Server virtualisation was vital to make the most efficient use of the computing infrastructure and minimise the administration overhead, according to Butcher.
He has been using Platform Computing's LSF workload management software to help him administrate his systems. "We have gone from clustering to distributed resource management to virtualisation, but the trick's the same," he says. "You want to ensure that you put your workload on to a number of systems because that is why you get the efficiencies."
Using the Platform software, Butcher distributes computing jobs automatically to servers across the network. However, he stops short of fragmenting a single job across multiple nodes, which is a fundamental tenet of grid computing, a technology using virtualisation techniques.
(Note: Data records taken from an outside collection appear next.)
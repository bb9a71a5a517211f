import type { PlanId } from './plans';

/** The organisation's plan as the provider's latest subscription state says it should be. */
export interface PlanChange {
  organisationId: string;
  customerId: string;
  /** null when the organisation has no subscription left (back on the free plan). */
  subscriptionId: string | null;
  planId: PlanId;
  /** The provider's status word (active, past_due, canceled, …), kept for display and support. */
  subscriptionStatus: string | null;
  /** When the paid period ends; null on the free plan. */
  currentPeriodEndsAt: Date | null;
  /** The provider event that led to this change. */
  providerEventId: string;
}

/**
 * What billing needs from our storage; the database layer implements it. Changes are whole states (not
 * deltas) fetched fresh from the provider, so applying the same or an older event twice is harmless.
 */
export interface BillingStore {
  /** Fallback when a subscription carries no organisation id (e.g. created by hand at the provider). */
  findOrganisationIdByCustomerId(customerId: string): Promise<string | null>;
  applyPlanChange(change: PlanChange): Promise<void>;
}
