import { cn } from '@console/utils/cn';

// A decorative response curve of an invented two-way speaker on a 20 Hz–20 kHz log axis. It is drawn from a
// second-order high-pass (55 Hz, Q 0.8), a mild presence lift and a gentle top roll-off: illustration, not data.
const WIDTH = 480;
const HEIGHT = 200;
const LOW_HZ = 20;
const HIGH_HZ = 20_000;
const DB_SPAN = 36;

const xOf = (frequencyHz: number) => (Math.log10(frequencyHz / LOW_HZ) / Math.log10(HIGH_HZ / LOW_HZ)) * WIDTH;
const yOf = (levelDb: number) => HEIGHT * 0.42 - (levelDb / DB_SPAN) * HEIGHT;

function sketchLevelDb(frequencyHz: number): number {
  const ratio = frequencyHz / 55;
  const highPass = (ratio * ratio) / Math.hypot(1 - ratio * ratio, ratio / 0.8);
  const lift = 1.6 * Math.exp(-(Math.log2(frequencyHz / 3000) ** 2) / 0.8);
  const topRollOff = 1 / Math.sqrt(1 + (frequencyHz / 16_000) ** 4);
  const ripple = 0.6 * Math.sin(Math.log(frequencyHz) * 4.2);
  return 20 * Math.log10(highPass * topRollOff) + lift + ripple;
}

const curvePath = (() => {
  const steps = 160;
  const points: string[] = [];
  for (let step = 0; step <= steps; step += 1) {
    const frequencyHz = LOW_HZ * (HIGH_HZ / LOW_HZ) ** (step / steps);
    points.push(`${step === 0 ? 'M' : 'L'}${xOf(frequencyHz).toFixed(1)} ${yOf(sketchLevelDb(frequencyHz)).toFixed(1)}`);
  }
  return points.join(' ');
})();

const decades = [100, 1000, 10_000];
const minorLines = [20, 100, 1000, 10_000].flatMap((decade) =>
  [2, 3, 4, 5, 6, 7, 8, 9].map((step) => (decade === 20 ? 10 * step : decade * step)).filter((f) => f > LOW_HZ && f < HIGH_HZ),
);
const axisLabels: Array<[number, string]> = [
  [20, '20 Hz'],
  [100, '100'],
  [1000, '1k'],
  [10_000, '10k'],
  [20_000, '20k'],
];

export function ResponseSketch({ className }: { className?: string }) {
  return (
    <svg viewBox={`-4 -4 ${WIDTH + 8} ${HEIGHT + 28}`} aria-hidden="true" className={cn('h-auto', className)}>
      {minorLines.map((frequencyHz) => (
        <line key={frequencyHz} x1={xOf(frequencyHz)} x2={xOf(frequencyHz)} y1="0" y2={HEIGHT} stroke="currentColor" strokeWidth="0.5" />
      ))}
      {decades.map((frequencyHz) => (
        <line key={frequencyHz} x1={xOf(frequencyHz)} x2={xOf(frequencyHz)} y1="0" y2={HEIGHT} className="stroke-ink-600" strokeWidth="1" />
      ))}
      {[0, 0.25, 0.5, 0.75, 1].map((fraction) => (
        <line key={fraction} x1="0" x2={WIDTH} y1={HEIGHT * fraction} y2={HEIGHT * fraction} stroke="currentColor" strokeWidth="0.5" />
      ))}
      <path d={curvePath} fill="none" className="stroke-signal-400" strokeWidth="2.25" strokeLinejoin="round" />
      {axisLabels.map(([frequencyHz, label]) => (
        <text
          key={label}
          x={xOf(frequencyHz)}
          y={HEIGHT + 18}
          textAnchor={frequencyHz === LOW_HZ ? 'start' : frequencyHz === HIGH_HZ ? 'end' : 'middle'}
          className="fill-ink-400 font-mono text-[11px]"
        >
          {label}
        </text>
      ))}
    </svg>
  );
}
He does fragment databases so he can distribute relevant parts of them across the 1,100 node farm for pattern matching purposes.
Policy-based administration of his virtual computing resources is a key part of Butcher's strategy. "If you have a facility for people to put 10,000 jobs on the system, you can soon end up creating your own denial of service," he says. The policy facilities within the Platform software enable him to set rules so that end-users get a fair share of the resources.
Although internal accounting wasn't on the Institute's agenda, Butcher nevertheless keeps logs of how much CPU time has been used by each group, because he needs to allocate resources according to the importance of each scientific project.
What is virtualisation?
In a virtualised system, a layer of middleware is introduced between the systems administrator and the disparate resources that make up the infrastructure; the administrator gives instructions to the middleware, asking it for specific resources as and when the need arises. The middleware deals with the necessary devices, reallocating storage space, CPU power and other necessary elements under the covers. The virtualisation products now starting to enter the non-mainframe market can be broken down into three components: storage, processing power and network resources.